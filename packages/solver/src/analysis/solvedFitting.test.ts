import { describe, expect, it } from 'vitest';
import { generateRoute } from '../../bench/generateRoute.js';
import { parseProject } from '../model/parseProject.js';
import type { Project } from '../model/projectSchema.js';
import { analyseProject } from './analyse.js';

const route = (fittings: number): Project => {
  const parsed = parseProject(generateRoute(fittings));
  if (!parsed.ok) throw new Error('generated route is invalid');
  return parsed.project;
};

// Invariants of the states made when first read (solvedFitting.ts); the values themselves are held
// to the previous analysis by test/analysisOracle.test.ts.
describe("a fitting's load states, made when first read", () => {
  const project = route(120);

  it('keeps the fields, in the order a fitting has always listed them, for every reader', () => {
    const f = analyseProject(project).fittings[3]!;
    const fields = ['node', 'mark', 'run', 'chainage', 'legs', 'geometry', 'cases', 'states', 'envelope'].concat([
      'waterWeight',
      'restraint',
      'diagnostics',
      'basis',
    ]);
    expect(Object.keys(f)).toEqual(fields);
    // spread, JSON and structuredClone read own enumerable fields: each sees the states
    expect(Object.keys({ ...f })).toEqual(fields);
    expect({ ...f }.states).toBe(f.states);
    expect(JSON.parse(JSON.stringify(f)).states).toEqual(JSON.parse(JSON.stringify(f.states)));
    expect(structuredClone(f).cases).toEqual(f.cases);
  });

  it("gives the envelope's governing state as one of the states, and the worst per case among them", () => {
    for (const f of analyseProject(project).fittings) {
      expect(f.states).toContain(f.envelope.governing);
      if (f.envelope.reverse) expect(f.states).toContain(f.envelope.reverse.state);
      for (const c of f.cases) expect(f.states).toContain(c);
      expect(f.states).toBe(f.states);
    }
  });

  it('reads the same states after other analyses have run (the fill buffer is shared)', () => {
    const early = analyseProject(project);
    analyseProject(route(300));
    const fresh = analyseProject(project);
    early.fittings.forEach((f, i) => {
      expect(f.states).toEqual(fresh.fittings[i]!.states);
      expect(f.cases).toEqual(fresh.fittings[i]!.cases);
    });
  });
});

_Aim of the exercise_
Reproduce exactly the lines of the records above from the one with "expect(Object.keys(f)).toEqual(fields);" to the one with "analyseProject(route(300));", both included, and leave out everything else.

_Worked solution_
    expect(Object.keys(f)).toEqual(fields);
    // spread, JSON and structuredClone read own enumerable fields: each sees the states
    expect(Object.keys({ ...f })).toEqual(fields);
    expect({ ...f }.states).toBe(f.states);
    expect(JSON.parse(JSON.stringify(f)).states).toEqual(JSON.parse(JSON.stringify(f.states)));
    expect(structuredClone(f).cases).toEqual(f.cases);
  });

  it("gives the envelope's governing state as one of the states, and the worst per case among them", () => {
    for (const f of analyseProject(project).fittings) {
      expect(f.states).toContain(f.envelope.governing);
      if (f.envelope.reverse) expect(f.states).toContain(f.envelope.reverse.state);
      for (const c of f.cases) expect(f.states).toContain(c);
      expect(f.states).toBe(f.states);
    }
  });

  it('reads the same states after other analyses have run (the fill buffer is shared)', () => {
    const early = analyseProject(project);
    analyseProject(route(300));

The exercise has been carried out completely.